There’s more to it than you thinkJune 30, 2015 9:42
From ‘bling’ to bargain basement
Dubai retailers are expected to drop their obsession with luxury, and start to offer goods at more competitive prices.
April 5, 2010 3:57 by kippreport
Anyone fancy a bit of bargain-hunting at Mall of the Emirates?
It’s a strange question – not least, because the posh malls of Dubai are known primarily for their exorbitant prices and luxury goods, rather than knock-down prices.
But in the fallout of the financial crisis, this could change. Retailers are expected to play down the exclusive, ‘luxury’ image, and refocus their efforts to offer better value for money.
According to a report issued today by real estate services firm Jones Lang Lasalle, the obsession with luxury brands is fading, with Dubai shops looking for “a back-to-basics approach”.
“Consumer shopping budgets have been reduced significantly. This represents a shift away from luxury driven retail. For retailers and mall owners, there is now heightened competition to aggressively capture shoppers’ interests and disposable income,” the report said.
“For the remainder of 2010 and beyond, Dubai’s retail market is likely to [see] an increased emphasis on competitive pricing, creative marketing programs, convenience shopping and value for money… This trend is likely to result in the repositioning of both existing and new retail centers away from the previous focus on luxury brands towards value merchandising.”
The Jones Lang Lasalle report said that the future health of the retail market “will be primarily driven by the speed with which retail spending increases across Dubai”.

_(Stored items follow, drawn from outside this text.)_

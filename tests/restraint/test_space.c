/* Who stands near whom. */
#include "kent_convex.h"
#include "kent_hand.h"

#include <math.h>

static const double PI = 3.14159265358979323846;

static const kent_hand_case TEST[] = {{"test", KENT_CASE_TEST, 1.5, 0.2e6}};

/* ---- figures --------------------------------------------------------------------- */

/* Squares of 2 m, by hand: shifted by 1 m along both they share 1 m2; turned by 45
 * degrees about one centre, an octagon of 8 (sqrt(2) - 1) = 3.3137 m2. */
static void figures_share_and_lie_apart_as_by_hand(void **state)
{
    (void)state;
    const double turned = sqrt(0.5);
    const kent_taper square = {0.0, 0.0, 1.0, 0.0, -1.0, 1.0, 1.0, 1.0};
    const kent_taper shifted = {1.0, 1.0, 0.0, 1.0, -1.0, 1.0, 1.0, 1.0};
    const kent_taper rotated = {0.0, 0.0, turned, turned, -1.0, 1.0, 1.0, 1.0};
    const kent_taper away = {5.0, 6.0, -1.0, 0.0, -1.0, 1.0, 1.0, 1.0};
    const kent_taper wide = {0.0, 0.0, 1.0, 0.0, 0.0, 3.0, 1.0, 2.0};
    const kent_convex a = kent_convex_taper(&square), b = kent_convex_taper(&shifted);
    const kent_convex c = kent_convex_taper(&rotated), d = kent_convex_taper(&away);
    const kent_convex e = kent_convex_taper(&wide);

    assert_close(kent_convex_area(&a), 4.0, 1e-12);
    assert_close(kent_convex_area(&e), 9.0, 1e-12);
    assert_close(kent_convex_shared(&a, &b), 1.0, 1e-12);
    assert_close(kent_convex_shared(&b, &a), 1.0, 1e-12);
    assert_close(kent_convex_shared(&a, &c), 8.0 * (sqrt(2.0) - 1.0), 1e-12);
    assert_within(kent_convex_shared(&a, &d), 0.0, 0.0);
    assert_close(kent_convex_gap(&a, &d), 5.0, 1e-12); /* 3 along, 4 across */
    assert_within(kent_convex_gap(&a, &b), 0.0, 0.0);
}

/* ---- mains ----------------------------------------------------------------------- */

/* Two mains of 620 mm along x that end blank facing each other, `apart` m from end to
 * end and `beside` m to the side. */
static kent_build ends_facing(double apart, double beside)
{
    kent_build b = kent_build_new();
    (void)kent_build_point(&b, "A", -300.0, 0.0, 50.0);
    (void)kent_build_point(&b, "E", 0.0, 0.0, 50.0);
    (void)kent_build_point(&b, "G", apart, beside, 50.0);
    (void)kent_build_point(&b, "Z", apart + 300.0, beside, 50.0);
    (void)kent_build_pipe(&b, "P", "A E", 0.6, 1000.0);
    (void)kent_build_pipe(&b, "Q", "Z G", 0.6, 1000.0);
    (void)kent_build_fixed_level(&b, "A", 150.0);
    (void)kent_build_fixed_level(&b, "Z", 150.0);
    b.model->loads.test_pressure = 0.2e6;
    (void)kent_build_soil(&b, "till", 150e3, 19e3, 1.5);
    b.model->ground.water_table = (double)INFINITY;
    b.model->soils[0].friction_angle = PI / 6.0;
    static const char *const ends[] = {"E", "G"};
    for (int i = 0; i < 2; i++) {
        const int note = kent_build_note(&b, ends[i]);
        b.model->notes[note].restraint = (int)KENT_THRUST_BLOCK;
    }
    return b;
}

static kent_restraints *sized(kent_build *b)
{
    kent_build_derive(b);
    return kent_hand_size(b, TEST, 1);
}

/* The first neighbour of a fitting; NULL. */
static const kent_neighbour *near_to(const kent_build *b, const kent_restraints *r,
                                     const char *id, size_t *count)
{
    return kent_space_of(&r->space, (size_t)kent_build_fitting_of(b, id), count);
}

static void finish(kent_build *b, kent_restraints *r)
{
    kent_restraints_free(r);
    kent_build_clear(b);
}

/* Face to face each block stands 0.31 m + t before its end, and its ground reaches R
 * beyond: they collide, stand in each other's ground, share it, or neither, by the
 * distance. */
static void blocks_face_to_face_collide_share_ground_or_do_not_meet(void **state)
{
    (void)state;
    kent_build b = ends_facing(100.0, 0.0);
    kent_restraints *r = sized(&b);
    const kent_footprint at = r->fittings[kent_build_fitting_of(&b, "E")].footprint;
    const double reach = kent_wedge_reach(&at.wedge);
    size_t count = 0;
    assert_true(at.placed && at.leans && !at.both_ways);
    assert_null(near_to(&b, r, "E", &count));
    assert_int_equal(r->space.count, 0);
    finish(&b, r);

    const struct {
        double apart;
        kent_meeting how;
        const char *words;
    } rows[] = {
        {2.0 * at.front - 0.1, KENT_MEETS_BODY,
         "take up the same place: make them one"},
        {2.0 * at.front + 0.1, KENT_MEETS_OPENED,
         "stands in the ground that this leans"},
        {2.0 * at.front + reach + 0.1, KENT_MEETS_SHARED, "lean on the same ground"}};
    for (size_t i = 0; i < sizeof rows / sizeof rows[0]; i++) {
        static const char *const ends[] = {"E", "G"};
        b = ends_facing(rows[i].apart, 0.0);
        r = sized(&b);
        for (int k = 0; k < 2; k++) {
            const kent_neighbour *n = near_to(&b, r, ends[k], &count);
            assert_non_null(n);
            assert_int_equal(n->how, rows[i].how);
            assert_int_equal(n->other, kent_build_fitting_of(&b, ends[1 - k]));
            assert_within(n->clear, fmax(0.0, rows[i].apart - 2.0 * at.front), 1e-5);
            kent_hand_expect(&r->fittings[kent_build_fitting_of(&b, ends[k])],
                             rows[i].words);
        }
        assert_true(kent_hand_says(&r->fittings[kent_build_fitting_of(&b, "E")],
                                   " apart: it does not bear both") ==
                    (rows[i].how == KENT_MEETS_SHARED));
        finish(&b, r);
    }
    b = ends_facing(2.0 * (at.front + reach) + 0.1, 0.0);
    r = sized(&b);
    assert_int_equal(r->space.count, 0);
    finish(&b, r);
}

/* One that holds from either side is as long behind the fitting as before it, and what
 * stands there stands in its place. */
static void a_block_that_holds_both_ways_is_there_behind_too(void **state)
{
    (void)state;
    for (int pass = 0; pass < 2; pass++) {
        kent_build b = ends_facing(-0.5, 1.0); /* G stands back to back with E */
        b.model->notes[0].restraint =
            pass ? (int)KENT_ANCHOR_BLOCK : (int)KENT_THRUST_BLOCK;
        kent_restraints *r = sized(&b);
        const kent_holding *h = &r->fittings[kent_build_fitting_of(&b, "E")];
        size_t count = 0;
        assert_true(h->held && h->footprint.both_ways == (pass == 1));
        assert_close(h->footprint.behind, pass ? h->footprint.front : 0.0, 1e-12);
        const kent_neighbour *n = near_to(&b, r, "E", &count);
        assert_true((n && n->how == KENT_MEETS_BODY) == (pass == 1));
        finish(&b, r);
    }
}

/* Side by side the wedges widen by R tan 30 degrees: at 30 degrees by R/sqrt(3). */
static void wedges_meet_to_the_side_too(void **state)
{
    (void)state;
    kent_build b = ends_facing(100.0, 0.0);
    kent_restraints *r = sized(&b);
    const kent_footprint at = r->fittings[kent_build_fitting_of(&b, "E")].footprint;
    const double reach = kent_wedge_reach(&at.wedge);
    const double wide = at.half_width + reach / sqrt(3.0);
    finish(&b, r);

    for (int pass = 0; pass < 2; pass++) { /* their far ends at one line */
        b = ends_facing(2.0 * (at.front + reach) - 0.02,
                        2.0 * wide + (pass ? 0.1 : -0.1));
        r = sized(&b);
        assert_int_equal(r->space.count, pass ? 0 : 2);
        finish(&b, r);
    }
}

/* A main across the ground before E; then one beyond it; then above ground. */
static void another_main_through_the_ground_is_named(void **state)
{
    (void)state;
    kent_build b = ends_facing(100.0, 0.0);
    kent_restraints *r = sized(&b);
    const kent_footprint at = r->fittings[kent_build_fitting_of(&b, "E")].footprint;
    const double reach = kent_wedge_reach(&at.wedge);
    finish(&b, r);

    for (int pass = 0; pass < 3; pass++) {
        const double x = at.front + reach + 0.31 + (pass == 1 ? 0.05 : -0.05);
        size_t count = 0;
        b = ends_facing(100.0, 0.0);
        (void)kent_build_point(&b, "S", x, -200.0, 50.0);
        (void)kent_build_point(&b, "M", x, 30.0, 50.0);
        (void)kent_build_point(&b, "N", x, 200.0, 50.0);
        (void)kent_build_pipe(&b, "X", "S M N", 0.6, 1000.0);
        (void)kent_build_fixed_level(&b, "S", 150.0);
        (void)kent_build_outflow(&b, "N", 0.0);
        b.model->pipes[2].above_ground = pass == 2;
        r = sized(&b);
        const kent_neighbour *n = near_to(&b, r, "E", &count);
        assert_int_equal(count, pass == 0 ? 1 : 0);
        if (n) {
            assert_int_equal(n->how, KENT_MEETS_MAIN);
            assert_int_equal(n->pipe, 2);
            assert_close(n->clear, x, 1e-9);
            kent_hand_expect(&r->fittings[kent_build_fitting_of(&b, "E")],
                             "'X' runs through the ground that the block leans on");
        }
        finish(&b, r);
    }
}

/* A bend with restrained joints, turning left at B, is pushed to the right; a
 * main on that side lies in the ground that its trench leans on, one on the left does
 * not. */
static void a_main_beside_a_restrained_bend_is_named(void **state)
{
    (void)state;
    for (int pass = 0; pass < 3; pass++) {
        const double y = pass == 0 ? -1.5 : pass == 1 ? 1.5 : -5.0;
        kent_build b = kent_build_new();
        (void)kent_build_point(&b, "A", -300.0, 0.0, 50.0);
        (void)kent_build_point(&b, "V", -15.0, 0.0, 50.0);
        (void)kent_build_point(&b, "B", 0.0, 0.0, 50.0);
        (void)kent_build_point(&b, "C", 200.0, 200.0, 50.0);
        (void)kent_build_point(&b, "S", -300.0, y, 50.0);
        (void)kent_build_point(&b, "T", -1.0, y, 50.0);
        const int p = kent_build_pipe(&b, "P", "A V B C", 0.6, 1000.0);
        b.model->pipes[p].unit_mass = 150.0;
        (void)kent_build_pipe(&b, "Q", "S T", 0.6, 1000.0);
        (void)kent_build_fixed_level(&b, "A", 150.0);
        (void)kent_build_fixed_level(&b, "S", 150.0);
        (void)kent_build_outflow(&b, "C", 0.0);
        b.model->loads.test_pressure = 0.2e6;
        (void)kent_build_soil(&b, "till", 150e3, 19e3, 1.5);
        kent_soil *s = &b.model->soils[0];
        s->friction_angle = PI / 6.0;
        s->cohesion = 0.0;
        s->friction_ratio = 0.7;
        s->adhesion_ratio = 0.0;
        s->passive_ratio = 0.5;
        const int note = kent_build_note(&b, "B");
        b.model->notes[note].restraint = (int)KENT_RESTRAINED_JOINTS;
        kent_restraints *r = sized(&b);
        const kent_holding *h = &r->fittings[kent_build_fitting_of(&b, "B")];
        assert_true(h->held && h->footprint.pipe_leans);
        assert_close(h->footprint.side_reach, (1.81 + 0.31) * sqrt(3.0), 1e-9);
        assert_true(kent_hand_says(h, "'Q' runs through the ground that the restrained "
                                      "pipe leans on") == (pass == 0));
        assert_false(kent_hand_says(h, "'P' runs"));
        finish(&b, r);
    }
}

/* Of a block with restrained joints the ground of both legs counts, beside the block's:
 * a main along either, 1.5 m to the side that is pushed, clear of the wedge. */
static void beside_a_block_with_joints_the_ground_of_both_legs_counts(void **state)
{
    (void)state;
    for (int pass = 0; pass < 2; pass++) {
        const double half = sqrt(0.5);
        kent_build b = kent_build_new();
        (void)kent_build_point(&b, "A", -300.0, 0.0, 50.0);
        (void)kent_build_point(&b, "B", 0.0, 0.0, 50.0);
        (void)kent_build_point(&b, "C", 200.0, 200.0, 50.0);
        const double near = 2.5, far = 12.0; /* m along the leg */
        (void)kent_build_point(&b, "S", pass ? (near + 1.5) * half : -near,
                               pass ? (near - 1.5) * half : -1.5, 50.0);
        (void)kent_build_point(&b, "T", pass ? (far + 1.5) * half : -far,
                               pass ? (far - 1.5) * half : -1.5, 50.0);
        const int p = kent_build_pipe(&b, "P", "A B C", 0.6, 1000.0);
        b.model->pipes[p].unit_mass = 150.0;
        (void)kent_build_pipe(&b, "Q", "S T", 0.6, 1000.0);
        (void)kent_build_fixed_level(&b, "A", 150.0);
        (void)kent_build_fixed_level(&b, "S", 150.0);
        (void)kent_build_outflow(&b, "C", 0.0);
        b.model->loads.test_pressure = 0.2e6;
        (void)kent_build_soil(&b, "till", 150e3, 19e3, 1.5);
        kent_soil *s = &b.model->soils[0];
        s->friction_angle = PI / 6.0;
        s->cohesion = 0.0;
        s->friction_ratio = 0.2;
        s->adhesion_ratio = 0.0;
        s->passive_ratio = 0.02;
        const int note = kent_build_note(&b, "B");
        b.model->notes[note].restraint = (int)KENT_BLOCK_AND_JOINTS;
        b.model->notes[note].stated.block_share = 0.1;
        kent_restraints *r = sized(&b);
        const kent_holding *h = &r->fittings[kent_build_fitting_of(&b, "B")];
        assert_true(h->held && h->footprint.pipe_leans && h->footprint.leans);
        assert_true(h->legs[pass].length > near);
        kent_hand_expect(h, "'Q' runs through the ground that ");
        finish(&b, r);
    }
}

/* A street of dead ends, each of which meets the next alone: as many pairs, whatever
 * the number. */
static void many_fittings_meet_their_neighbours_alone(void **state)
{
    (void)state;
    enum { ENDS = 60 };
    kent_build b = kent_build_new();
    (void)kent_build_soil(&b, "till", 150e3, 19e3, 1.5);
    b.model->ground.water_table = (double)INFINITY;
    b.model->loads.test_pressure = 0.2e6;
    for (int i = 0; i < ENDS; i++) {
        char from[16], to[16], pipe[16], route[40];
        (void)snprintf(from, sizeof from, "A%d", i);
        (void)snprintf(to, sizeof to, "E%d", i);
        (void)snprintf(pipe, sizeof pipe, "P%d", i);
        (void)snprintf(route, sizeof route, "%s %s", from, to);
        (void)kent_build_point(&b, from, -100.0, 4.0 * i, 50.0);
        (void)kent_build_point(&b, to, 0.0, 4.0 * i, 50.0);
        (void)kent_build_pipe(&b, pipe, route, 0.6, 1000.0);
        (void)kent_build_fixed_level(&b, from, 150.0);
        const int note = kent_build_note(&b, to);
        b.model->notes[note].restraint = (int)KENT_THRUST_BLOCK;
    }
    kent_restraints *r = sized(&b);
    size_t pairs = 0;
    for (int i = 0; i < ENDS; i++) {
        char id[16];
        size_t count = 0;
        (void)snprintf(id, sizeof id, "E%d", i);
        const kent_neighbour *n = near_to(&b, r, id, &count);
        assert_int_equal(count, i == 0 || i == ENDS - 1 ? 1 : 2);
        assert_int_equal(n->how, KENT_MEETS_SHARED);
        pairs += count;
    }
    assert_int_equal(pairs, r->space.count);
    finish(&b, r);
}

int main(void)
{
    const struct CMUnitTest tests[] = {
        cmocka_unit_test(figures_share_and_lie_apart_as_by_hand),
        cmocka_unit_test(blocks_face_to_face_collide_share_ground_or_do_not_meet),
        cmocka_unit_test(a_block_that_holds_both_ways_is_there_behind_too),
        cmocka_unit_test(wedges_meet_to_the_side_too),
        cmocka_unit_test(another_main_through_the_ground_is_named),
        cmocka_unit_test(a_main_beside_a_restrained_bend_is_named),
        cmocka_unit_test(beside_a_block_with_joints_the_ground_of_both_legs_counts),
        cmocka_unit_test(many_fittings_meet_their_neighbours_alone),
    };
    return cmocka_run_group_tests(tests, NULL, NULL);
}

“Retailers and mall owners reported a typical decline of at least 20 percent in retail sales during 2009. Anecdotal evidence suggests that retail sales are now starting to recover, with increased footfall and turnover being reported by some retailers during the recent Dubai Shopping Festival. The Dubai Chamber of Commerce reports that total retail spending in Dubai is expected to increase by around 4 percent in 2010 and by more than 8 percent in 2011.”